Pre-defined orbitals in ORBITALS dictionary:
ORBITALS = {
    # n=1
    '1s': (1, 0, 0),
    
    # n=2
    '2s': (2, 0, 0),
    '2p_z': (2, 1, 0),
    '2p_x': (2, 1, 1),
    '2p_y': (2, 1, -1),
    
    # n=3
    '3s': (3, 0, 0),
    '3p_z': (3, 1, 0),
    '3p_x': (3, 1, 1),
    '3p_y': (3, 1, -1),
    '3d_z2': (3, 2, 0),
    '3d_xz': (3, 2, 1),
    '3d_yz': (3, 2, -1),
    '3d_xy': (3, 2, 2),
    '3d_x2-y2': (3, 2, -2),
    
    # n=4
    '4s': (4, 0, 0),
    '4p_z': (4, 1, 0),
    '4d_z2': (4, 2, 0),
    '4f_z3': (4, 3, 0),
    
    # n=5
    '5s': (5, 0, 0),
    '5p_z': (5, 1, 0),
    '5d_z2': (5, 2, 0),
}

Example Usage

Basic Orbital Visualization

from orbital_visualizer2 import (
    Config,
    MonteCarloSampler,
    OrbitalVisualizer,
    HamiltonianNNProcessor
)

# Initialize
sampler = MonteCarloSampler()
visualizer = OrbitalVisualizer()

# Sample 2p orbital
data = sampler.sample(n=2, l=1, m=0, num_samples=200000)

# Visualize and save
visualizer.visualize(
    data,
    save_path="orbital_2p_200k.png"
)
# Saves 3600×2700 pixel PNG image

With Neural Network Energy

from schrodinger_crystal_fixed2 import HamiltonianInferenceEngine

# Load trained model
engine = HamiltonianInferenceEngine(Config)
processor = HamiltonianNNProcessor(engine)
sampler = MonteCarloSampler(processor)

# Sample with energy calculation
data = sampler.sample(n=3, l=2, m=0, num_samples=500000)

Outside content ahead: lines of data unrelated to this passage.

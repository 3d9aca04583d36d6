import Link from "next/link";
import { AdvisoryCaution } from "../_components/advisory-caution";
import { PlanTimeline } from "../_components/plan-timeline";
import { requireSignedInUser } from "@/lib/auth/current-user";
import { can } from "@/lib/auth/permissions";
import { getPrisma } from "@/lib/db";
import { formatMoney } from "@/lib/present/format";
import { listBookings } from "@/lib/planning/bookings";
import { PlanningError } from "@/lib/planning/load-plan-input";
import { planDocument, type PlanDocument } from "@/lib/planning/plan-document";
import { resolveSiteCode } from "@/lib/planning/resolve-site";
import { latestPlanRun } from "@/lib/planning/run-plan";
import { getPlanSettings, listCalendarWindows, listExclusionGroups } from "@/lib/planning/site-calendar";
import { acceptAction, addWindowAction, groupAction, moveAction, releaseAction, removeWindowAction, replanAction, settingsAction, whatIfAction } from "./actions";

export const dynamic = "force-dynamic";

type SearchParams = Promise<Record<string, string | string[] | undefined>>;
const one = (value: string | string[] | undefined): string | undefined => (Array.isArray(value) ? value[0] : value);

function signedMoney(value: number, currency: string): string {
  return `${value >= 0 ? "+" : ""}${formatMoney(value, currency)}`;
}

function Changes({ plan, title }: { plan: PlanDocument; title: string }) {
  const { comparison, totals } = plan;
  if (!comparison) return null;
  return (
    <section className="panel" id="changes" aria-labelledby="changes-title">
      <h2 id="changes-title">{title}</h2>
      <p>
        Against plan {comparison.previousRunId}: {comparison.changes.length} exchanger(s) changed, {comparison.unchangedAssets} unchanged. Total cost{" "}
        <strong className={comparison.costDifference > 0 ? "cost-up" : "cost-down"}>{signedMoney(comparison.costDifference, totals.currency)}</strong>.
      </p>
      {comparison.changes.length ? (
        <table className="grid">
          <thead><tr><th scope="col">Tag</th><th scope="col">Change</th><th scope="col">Was</th><th scope="col">Now</th><th scope="col" className="num">Cost difference</th></tr></thead>
          <tbody>
            {comparison.changes.map((change) => (
              <tr key={change.tag}>
                <td>{change.tag}</td><td>{change.change}</td><td>{change.from.join(", ") || "no cleaning"}</td><td>{change.to.join(", ") || "no cleaning"}</td>
                <td className={`num ${change.costDifference > 0 ? "cost-up" : "cost-down"}`}>{signedMoney(change.costDifference, totals.currency)}</td>
              </tr>
            ))}
          </tbody>
        </table>
      ) : null}
    </section>
  );
}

print(f"E_NN: {data['energy_info']['energy_nn']:.6f} Ha")
print(f"E_exact: {data['energy_info']['energy_analytical']:.6f} Ha")

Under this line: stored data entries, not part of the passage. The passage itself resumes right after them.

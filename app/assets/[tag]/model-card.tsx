// The model card of an assessment: the clean-U model with its uncertainties, the fouling trend and why it was chosen,
// and which data went in.
import type { Assessment } from "@/lib/core/assessment";
import type { PeriodRow } from "@/lib/data/list-periods";
import { formatQuantity, toDisplay, displayUnit, type UnitSystem } from "@/lib/present/display-units";
import { formatSignificant } from "@/lib/present/format";

const TREND_LABELS: Record<string, string> = { linear: "linear", asymptotic: "asymptotic (Kern–Seaton)", "falling-rate": "falling rate" };

export function ModelCard({ assessment, periods, system }: { assessment: Assessment; periods: PeriodRow[]; system: UnitSystem }) {
  const model = assessment.cleanModel;
  const rfUnit = displayUnit(system, "foulingResistance").label;
  const rf = (value: number | null) => (value === null ? "—" : formatSignificant(toDisplay(system, "foulingResistance", value) ?? Number.NaN, 3));
  const usable = periods.filter((period) => period.usable).length;
  const byReason = periods.reduce<Record<string, number>>((counts, period) => {
    // Reasons carry per-day detail in brackets ("too few usable samples (6 of 24, need 12): ..."): count by the kind.
    const kind = (period.reason ?? "not usable").split(" (")[0]?.split(":").slice(0, 2).join(":").trim() || "not usable";
    if (!period.usable) counts[kind] = (counts[kind] ?? 0) + 1;
    return counts;
  }, {});
  const trend = assessment.trend;
  return (
    <section className="panel" aria-labelledby="model-heading">
      <h3 id="model-heading">Model card</h3>
      <h4>Clean U: 1/U = a<sub>h</sub>(m<sub>h</sub>/m<sub>h,ref</sub>)<sup>−n<sub>h</sub></sup> + a<sub>c</sub>(m<sub>c</sub>/m<sub>c,ref</sub>)<sup>−n<sub>c</sub></sup> + R<sub>w</sub></h4>
      {model ? (
        <table className="grid compact">
          <thead><tr><th scope="col">Parameter</th><th scope="col" className="num">Estimate</th><th scope="col" className="num">Std. error</th></tr></thead>
          <tbody>
            {([
              [`Hot film a_h at ref. flow (${rfUnit})`, rf(model.parameters.hotFilmResistanceRefM2KPerW), model.standardErrors.hotFilm === null ? "held" : rf(model.standardErrors.hotFilm)],
              [`Cold film a_c at ref. flow (${rfUnit})`, rf(model.parameters.coldFilmResistanceRefM2KPerW), model.standardErrors.coldFilm === null ? "held" : rf(model.standardErrors.coldFilm)],
              [`Wall R_w (${rfUnit})`, rf(model.parameters.wallResistanceM2KPerW), model.standardErrors.wall === null ? "held" : rf(model.standardErrors.wall)],
              ["Hot flow exponent n_h", formatSignificant(model.parameters.exponentHot, 3), model.standardErrors.exponentHot === null ? "held" : formatSignificant(model.standardErrors.exponentHot, 2)],
              ["Cold flow exponent n_c", formatSignificant(model.parameters.exponentCold, 3), model.standardErrors.exponentCold === null ? "held" : formatSignificant(model.standardErrors.exponentCold, 2)],
            ] as const).map(([label, value, error]) => (
              <tr key={label}><td>{label}</td><td className="num">{value}</td><td className="num">{error}</td></tr>
            ))}
          </tbody>
        </table>
      ) : <p className="subtle">No clean-U model could be fitted; the data sheet is used.</p>}
      <dl className="facts">
        <dt>Clean U at reference</dt><dd>{model ? formatQuantity(system, "u", model.cleanUAtReferenceWPerM2K, 3) : "—"}{model ? ` (anchor: ${model.anchor}; film terms: ${model.filmTerms.mode.replaceAll("-", " ")})` : ""}</dd>
        <dt>Fit % (estimation / validation)</dt><dd>{model ? `${model.fitPercent.estimation === null ? "—" : formatSignificant(model.fitPercent.estimation, 3)} % / ${model.fitPercent.validation === null ? "—" : formatSignificant(model.fitPercent.validation, 3)} %` : "—"} <span className="subtle">(100 % is a perfect fit; the validation part is the last 30 % of clean points, not used in the fit)</span></dd>
        <dt>Data used</dt><dd>{usable} usable days of {periods.length}{model ? `; ${model.pointCount} days in the clean-model fit` : ""}</dd>
        <dt>Days excluded</dt><dd>{Object.keys(byReason).length ? Object.entries(byReason).sort((a, b) => b[1] - a[1]).map(([reason, count]) => `${reason}: ${count}`).join("; ") : "none"}</dd>
      </dl>
      <h4>Fouling trend of the current cycle</h4>
      {trend ? (
        <>
          <p><strong>{TREND_LABELS[trend.model] ?? trend.model}</strong>: {trend.reason}{trend.priorUsed ? ` Shape prior from cycles ${trend.priorUsed.sourceCycles.map((cycle) => cycle + 1).join(", ")}.` : ""}</p>
          <table className="grid compact" aria-label="Trend models compared by AICc">
            <thead><tr><th scope="col">Model</th><th scope="col" className="num">Parameters</th><th scope="col" className="num">AICc</th><th scope="col" className="num">ΔAICc</th><th scope="col" className="num">Akaike weight</th></tr></thead>
            <tbody>
              {trend.aiccTable.map((row) => (
                <tr key={row.kind} className={row.kind === trend.model ? "chosen" : undefined}>
                  <td>{TREND_LABELS[row.kind] ?? row.kind}{row.kind === trend.model ? " (chosen)" : ""}{row.converged ? "" : " — did not converge"}</td>
                  <td className="num">{row.parameterCount}</td>
                  <td className="num">{row.aicc === null ? "—" : formatSignificant(row.aicc, 5)}</td>
                  <td className="num">{row.deltaAicc === null ? "—" : formatSignificant(row.deltaAicc, 2)}</td>
                  <td className="num">{row.akaikeWeight < 0.01 ? "< 0.01" : formatSignificant(row.akaikeWeight, 2)}</td>
                </tr>
              ))}
            </tbody>
          </table>
          <p className="subtle">
            AICc (Hurvich &amp; Tsai 1989) trades fit against the number of parameters; the lowest wins. Bands widened for day-to-day correlation
            (lag-one autocorrelation {trend.lagOneAutocorrelation === null ? "—" : formatSignificant(trend.lagOneAutocorrelation, 2)}, variance × {formatSignificant(trend.varianceInflation, 3)}).
          </p>
        </>
      ) : <p className="subtle">No trend: too few usable days in the current cycle.</p>}
      {assessment.notes.length ? <ul className="subtle">{assessment.notes.map((note) => <li key={note}>{note}</li>)}</ul> : null}
    </section>
  );
}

visualizer.visualize(data, "3d_orbital.png", processor)

Interactive Session

from orbital_visualizer2 import main, ORBITALS

# Run interactive visualizer
main()
# Prompts:
# Orbital (or 'q'): 3d_z2
# Particles [default=100000]: 500000
# Save? [y/N]: y
# Saves: orbital_3d_z2_500000.png

Quantum State Visualization

from quantum_visualizer import QuantumVisualizer, VisualizerConfig

config = VisualizerConfig(
    grid_size=16,
    hamiltonian_checkpoint="hamiltonian.pth",
    schrodinger_checkpoint="schrodinger.pth",
    output_dir="visualizations"
)

visualizer = QuantumVisualizer(config)

# Visualize Bell state
result = visualizer.visualize_bell_state()
print(f"Entropy: {result.snapshots[-1].entropy:.4f} bits")
print(f"Output: {result.output_path}")

# Visualize GHZ state
result = visualizer.visualize_ghz_state(n_qubits=4)
print(f"Most probable: |{result.snapshots[-1].most_probable}>")

Output Format

Orbital Visualization Layout

2×2 grid:
  1. Top-left: 3D scatter plot with phase coloring
  2. Top-right: XY projection (top view)
  3. Bottom-left: XZ projection (side view)
  4. Bottom-right: Statistics and energy info

Statistics Panel

Displays:
  • Orbital notation (e.g., “3d_z2”)
  • Quantum numbers (n, l, m)
  • Particle count and sampling efficiency
  • Radial statistics (mean, std, max in Bohr radii)
  • Neural network energy (if available)
  • Hamiltonian status (LOADED/ANALYTICAL)

Color Scheme

  • Positive phase: Red/orange gradient
  • Negative phase: Blue/cyan gradient
  • Background: Dark blue (#000008)
  • Projections: “inferno” (XY), “viridis” (XZ)

Performance

Sampling Efficiency

OrbitalParticlesEfficiencyTime
1s100k15-20%2-3 sec
2p200k8-12%5-8 sec
3d500k4-6%20-30 sec
4f1M2-3%60-90 sec

Image Generation

Typical time: 10-15 seconds for 3600×2700 PNG

Dependencies

  • numpy: Numerical arrays
  • scipy: Special functions (Laguerre, spherical harmonics)
  • matplotlib: Plotting
  • torch: Neural network inference (optional)
  • plotly: Interactive 3D plots (optional)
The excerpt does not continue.